Taking time to know each other can be a good thing
When you remove the potential sex-shaming, the idea of taking time to get to know each other can offer valuable insight into a potential relationship and how a person's values align with your own.
"I think there is some value to the 90-day rule if you take it with a grain of salt," said Alexandra Luger, a New York City-based licensed clinical psychologist and couples therapist.
Luger, who's Level 3 trained in the Gottman Method and currently leads Gottman 7 workshops on the early relationship phases, added that although timelines are highly individual to each person, taking the time to get to know the person through applying proven strategies for communication and conflict resolution early on when dating builds a foundation.
"It's important to not rely on the concept of a 'spark' and give yourself time because sometimes that spark is just adrenaline that's kicking your insecure attachment or anxiety into gear," Luger said. "Just because you don't have a spark doesn't mean one can't emerge."
Values and traits over checkboxes
If you take 90 days (or any period of time in the early dating phase) to deeply reflect on how you're feeling, Luger recommended evaluating the other person for intrinsic traits rather than external ones such as what their job is or how much money they make.

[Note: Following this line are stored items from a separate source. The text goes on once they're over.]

/** The one label table: every parameter of a rule set, in the words of the rule tables. */
const PARAMETERS: Record<string, PathStep> = {
  ageGroups: step(
    () => $localize`:heading in the club rules, the activities each age group may do:Activities by age`,
    undefined,
    byCode({
      allowedKinds: leaf(() => $localize`:club rules, the activities an age group may do:Activities allowed`),
      band: leaf(() => $localize`:club rules, the band of ages an age group belongs to:Age band`),
      index: leaf(() => $localize`:club rules|the place of an age group from youngest to oldest:Order`),
    }),
  ),
  groupSizes: step(
    () => $localize`:heading in the club rules, players in a group for each activity:Group sizes`,
    undefined,
    byCode(undefined, byCode(GROUP_SIZE)),
  ),
  keepBall: step(
    () => $localize`:heading in the club rules, attackers against defenders in keep-ball:Keep-ball ratios`,
    undefined,
    byCode({
      formats: step(
        () => $localize`:club rules|the keep-ball formats such as 4v1:Formats`,
        undefined,
        numbered(
          (n) => $localize`:club rules, a keep-ball format by its number, e.g. Format 2:Format ${n}:number:`,
        ),
      ),
      maxAttackersPerDefender: leaf(() => $localize`:club rules, keep-ball:Most attackers per defender`),
    }),
  ),
  keepBallLimits: step(
    () => $localize`:heading in the club rules, the space keep-ball needs:Keep-ball room`,
    {
      minM2PerPlayer: leaf(() => $localize`:club rules, keep-ball, the area each player needs:Room a player`),
      minSideM: leaf(() => $localize`:club rules, keep-ball, the shortest side of its area:Shortest side`),
      twoDefendersFromAge: leaf(
        () =>
          $localize`:club rules, keep-ball, the age from which it has two defenders:Two defenders from age`,
      ),
    },
  ),
  areas: step(
    () => $localize`:heading in the club rules, the size of each activity’s area:Area sizes`,
    undefined,
    byCode(undefined, byCode(AREA)),
  ),
  areaLevelScale: step(
    () =>
      $localize`:heading in the club rules, how much bigger or smaller areas are for each level:Area scale by level`,
    undefined,
    byCode(),
  ),
  sessionShapes: step(
    () => $localize`:heading in the club rules, the parts a session is made of:Parts of a session`,
    undefined,
    byCode(
      undefined,
      byCode(
        undefined,
        row(
          (n) => $localize`:club rules, a part of a session by its number, e.g. Part 3:Part ${n}:number:`,
          (v) => v['name'],
          {
            share: leaf(() => $localize`:club rules|a part of a session, its share of the time:Share`),
            maxMinutes: leaf(
              () => $localize`:club rules|a part of a session, the most minutes it may last:Longest`,
            ),
            kinds: leaf(() => $localize`:club rules|the activities a part of a session may use:Activities`),
            name: leaf(() => $localize`:club rules|the name of a part of a session:Name`),
            priority: leaf(() => $localize`:club rules, a part of a session:Kept first when short of time`),
            role: leaf(() => $localize`:club rules|what a part of a session is for:Role`),
          },
        ),
      ),
    ),
  ),
  themes: step(
    () =>
      $localize`:heading in the club rules, the activities for each focus of a training session:Training themes`,
    undefined,
    byCode({
      technical: leaf(
        () => $localize`:club rules, a training theme, its unopposed activities:Technical part`,
      ),
      opposed: leaf(
        () => $localize`:club rules, a training theme, its activities with opponents:Opposed part`,
      ),
    }),
  ),
  gameFormats: step(
    () =>
      $localize`:heading in the club rules, players a side in games and whether they have goalkeepers:Games and goalkeepers`,
    undefined,
    byCode({
      maxPerSide: leaf(() => $localize`:club rules, a game, the most players on each side:Most a side`),
      minPerSide: leaf(() => $localize`:club rules, a game, the fewest players on each side:Fewest a side`),
      goalkeepers: leaf(() => $localize`:club rules|whether games have goalkeepers:Goalkeepers`),
    }),
  ),
  timing: step(() => $localize`:club rules|heading, minutes and breaks:Timing`, {
    minPhaseMinutes: leaf(
      () => $localize`:club rules, timing, the fewest minutes a part of a session lasts:Shortest part`,
    ),
    drinksEveryMinutes: leaf(
      () => $localize`:club rules, timing, followed by a number of minutes:Drinks break at least every`,
    ),
    heatDrinksEveryMinutes: leaf(
      () =>
        $localize`:club rules, timing, followed by a number of minutes:In the heat, drinks at least every`,
    ),
    drinksMinutes: leaf(() => $localize`:club rules, timing, minutes of a drinks break:Drinks break length`),
    conesPerMinute: leaf(
      () => $localize`:club rules, timing, how fast a coach sets out cones:Cones put out a minute`,
    ),
    goalMovesPerMinute: leaf(
      () => $localize`:club rules, timing, how fast a coach moves goals:Goals moved a minute`,
    ),
  }),
  kinds: step(
    () =>
      $localize`:heading in the club rules, how each kind of activity is made harder or replaced:How activities adapt`,
    undefined,
    byCode({
      harderWhenArea: leaf(
        () => $localize`:club rules, followed by smaller or larger:Harder when the area is`,
      ),
      substitutes: leaf(
        () => $localize`:club rules, the activities that may replace a kind of activity:Played instead`,
      ),
      rotatable: leaf(
        () =>
          $localize`:club rules, whether an activity’s area may be turned round on the pitch:May be turned`,
      ),
    }),
  ),
  touchRates: step(
    () =>
      $localize`:heading in the club rules, how often players touch the ball in each activity:Touch rates`,
    undefined,
    byCode({
      perMinute: leaf(
        () => $localize`:club rules, touches of the ball a player makes each minute:Touches a minute`,
      ),
      activeShare: leaf(
        () => $localize`:club rules, the share of an activity a player is in play:Share of time in play`,
      ),
      byRole: step(
        () => $localize`:club rules, touch rates for goalkeepers, defenders and servers:By role`,
        undefined,
        byCode(),
      ),
    }),
  ),
  touchTarget: step(
    () => $localize`:heading in the club rules, the touches a warm-up should give each player:Touch targets`,
    {
      active: leaf(() => $localize`:club rules, touch targets, on or off:Warn when a warm-up falls short`),
      minPerPlayer: leaf(() => $localize`:club rules, touch targets:Fewest touches per player`),
      maxPerPlayer: leaf(() => $localize`:club rules, touch targets:Most touches per player`),
      fromMinutes: leaf(
        () => $localize`:club rules, touch targets, followed by a number of minutes:For warm-ups of at least`,
      ),
    },
  ),
  cautions: step(() => $localize`:club rules|heading, weather cautions:Safety`, {
    heatC: leaf(() => $localize`:club rules, safety, followed by a temperature:Hot weather from`),
    coldC: leaf(() => $localize`:club rules, safety, followed by a temperature:Cold weather below`),
  }),
  intensity: step(() => $localize`:club rules|heading, how hard activities may be:Intensity`, {
    max: leaf(() => $localize`:club rules|the highest intensity allowed:Highest`),
  }),
  supervision: step(() => $localize`:club rules|heading, adults needed to supervise children:Adults`, {
    ratios: step(
      () =>
        $localize`:heading in the club rules, children one adult may supervise, by age:Children per adult`,
      undefined,
      row(
        (n) => $localize`:club rules, a row of a table by its number, e.g. Row 3:Row ${n}:number:`,
        (v) =>
          typeof v['upToAge'] === 'number'
            ? $localize`:club rules, a row of children per adult, named by its age, e.g. Up to age 8:Up to age ${v['upToAge']}:age:`
            : undefined,
        {
          childrenPerAdult: leaf(
            () => $localize`:club rules, children one adult may supervise:Children per adult`,
          ),
          upToAge: leaf(
            () => $localize`:club rules, the oldest age a row of children per adult is for:Up to age`,
          ),
        },
      ),
    ),
    minAdults: leaf(() => $localize`:club rules, supervision:Fewest adults at a children’s session`),
    stationsPerAdult: leaf(() => $localize`:club rules, supervision:Stations one adult can oversee`),
    source: leaf(() => $localize`:club rules|where the supervision numbers come from:Source`),
  }),
  layout: step(() => $localize`:club rules|heading, room around stations and goals on the pitch:Layout`, {
    bufferM: leaf(() => $localize`:club rules, layout, a distance:Room between stations`),
    shotClearanceM: leaf(() => $localize`:club rules, layout, a distance:Room behind goals`),
    gateWidthM: leaf(() => $localize`:club rules, layout, the width of a gate made of two cones:Gate width`),
  }),
  allocation: step(
    () => $localize`:club rules|heading, how players and coaches are put into groups:Grouping`,
    {
      coachPenalty: leaf(
        () => $localize`:club rules, grouping, a weight:Reluctance to add a coach to a group`,
      ),
      fallbackStationPenalty: leaf(
        () => $localize`:club rules, grouping, a weight:Reluctance to use a stand-in activity`,
      ),
    },
  ),
  variety: step(() => $localize`:club rules|heading, how plans avoid repeating activities:Variety`, {
    recentPenalty: leaf(() => $localize`:club rules, variety, a weight:Avoid recent activities`),
  }),
  focusBoost: step(
    () =>
      $localize`:heading in the club rules, how strongly each kind of activity follows a session’s focus:Focus weight`,
    undefined,
    byCode(),
  ),
  activities: step(
    () => $localize`:heading in the club rules, the club’s list of activities:Our activities`,
    undefined,
    row(
      (n) =>
        $localize`:club rules, an activity by its number in the list, e.g. Activity 3:Activity ${n}:number:`,
      (v) => v['title'],
      {
        id: leaf(() => $localize`:club rules|the short code that names an activity or a rule:Reference`),
        kind: leaf(() => $localize`:club rules|the kind of an activity:Kind`),
        title: leaf(() => $localize`:club rules|an activity’s title:Title`),
        summary: leaf(() => $localize`:club rules|an activity’s one-line summary:Summary`),
        description: leaf(() => $localize`:club rules, an activity’s description:What the players do`),
        coachingPoints: step(
          () => $localize`:club rules, an activity’s coaching points:Coaching points`,
          undefined,
          numbered(
            (n) => $localize`:club rules, a coaching point by its number, e.g. Point 2:Point ${n}:number:`,
          ),
        ),
        easier: step(
          () => $localize`:club rules|ways to make an activity easier:Easier`,
          undefined,
          numbered(
            (n) =>
              $localize`:club rules, a way to make an activity easier or harder, by its number, e.g. Way 2:Way ${n}:number:`,
          ),
        ),
        harder: step(
          () => $localize`:club rules|ways to make an activity harder:Harder`,
          undefined,
          numbered(
            (n) =>
              $localize`:club rules, a way to make an activity easier or harder, by its number, e.g. Way 2:Way ${n}:number:`,
          ),
        ),
        ages: step(() => $localize`:club rules|the ages an activity suits:Ages`, {
          from: leaf(() => $localize`:club rules|the youngest age group an activity suits:Youngest`),
          to: leaf(() => $localize`:club rules|the oldest age group an activity suits:Oldest`),
        }),
        levels: leaf(() => $localize`:club rules|the levels an activity suits:Levels`),
        focus: leaf(() => $localize`:club rules|what an activity works on:Focus`),
        intensity: leaf(() => $localize`:club rules|how hard an activity is, 1 to 5:Intensity`),
        balls: leaf(() => $localize`:club rules|the balls an activity needs:Balls`),
        bibs: leaf(() => $localize`:club rules|whether an activity needs bibs:Bibs`),
        layout: leaf(() => $localize`:club rules|how an activity is laid out:Set-up`),
        players: step(() => $localize`:club rules, players an activity takes:Players in a group`, {
          min: leaf(() => $localize`:club rules|the fewest players an activity takes:Fewest`),
          max: leaf(() => $localize`:club rules|the most players an activity takes:Most`),
        }),
        origin: leaf(() => $localize`:club rules, an activity the club wrote itself:Added by the club`),
        retired: leaf(() => $localize`:club rules|an activity no longer used in new plans:Retired`),
      },
    ),
  ),
};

"Use those 90 days to explore how you feel," she said. "Another thing is to use those 90 days to determine if the person has a growth mindset, if they're the type of person who is open to change, do they have curiosity and how they approach the world. Are they able to problem-solve and willing to put work into a dynamic? For example, if they don't have good conflict resolution skills, are they willing to learn?"
She noted it usually takes years to truly understand who a person is, and even if you cross off major red flags off the bat, you don't know what challenges life with a partner will bring you.
"Even the best relationships are a lot of work," Luger said. "And sometimes we don't know ourselves until a major life event has happened. We can know a person based on what life has brought us so far, but you never know everything about what that person will do. What you do know is the 'how,' or how open they are and how collaborative they are."
Social media is community, not therapy
Luger has seen an increasing number of clients coming in wanting to discuss advice they received on social media—such as the 90-day rule—and she thinks that while social media has its place for normalizing relationship issues, it's important to view it more as a way to build community rather than act as a form of therapy.
"I think it's mostly people feeling alone in the experience and really wanting to find an answer in a way where others have felt supported by it," she said. "I can understand how it's really tempting to latch on to an answer for a question that you had that other people also had. It's positive in decreasing shame around how challenging it is to date, but we need to be very careful consumers of information, too."
Luger cautioned against the temptation of seeking easy answers on social media and urged people to work on their self-awareness and self-knowledge over latching on to generalized rules.
"There is an oversimplification of relationship dynamics and psychological functioning," she explained. "That's catchy, but it's not going to give you the insight that I think you need."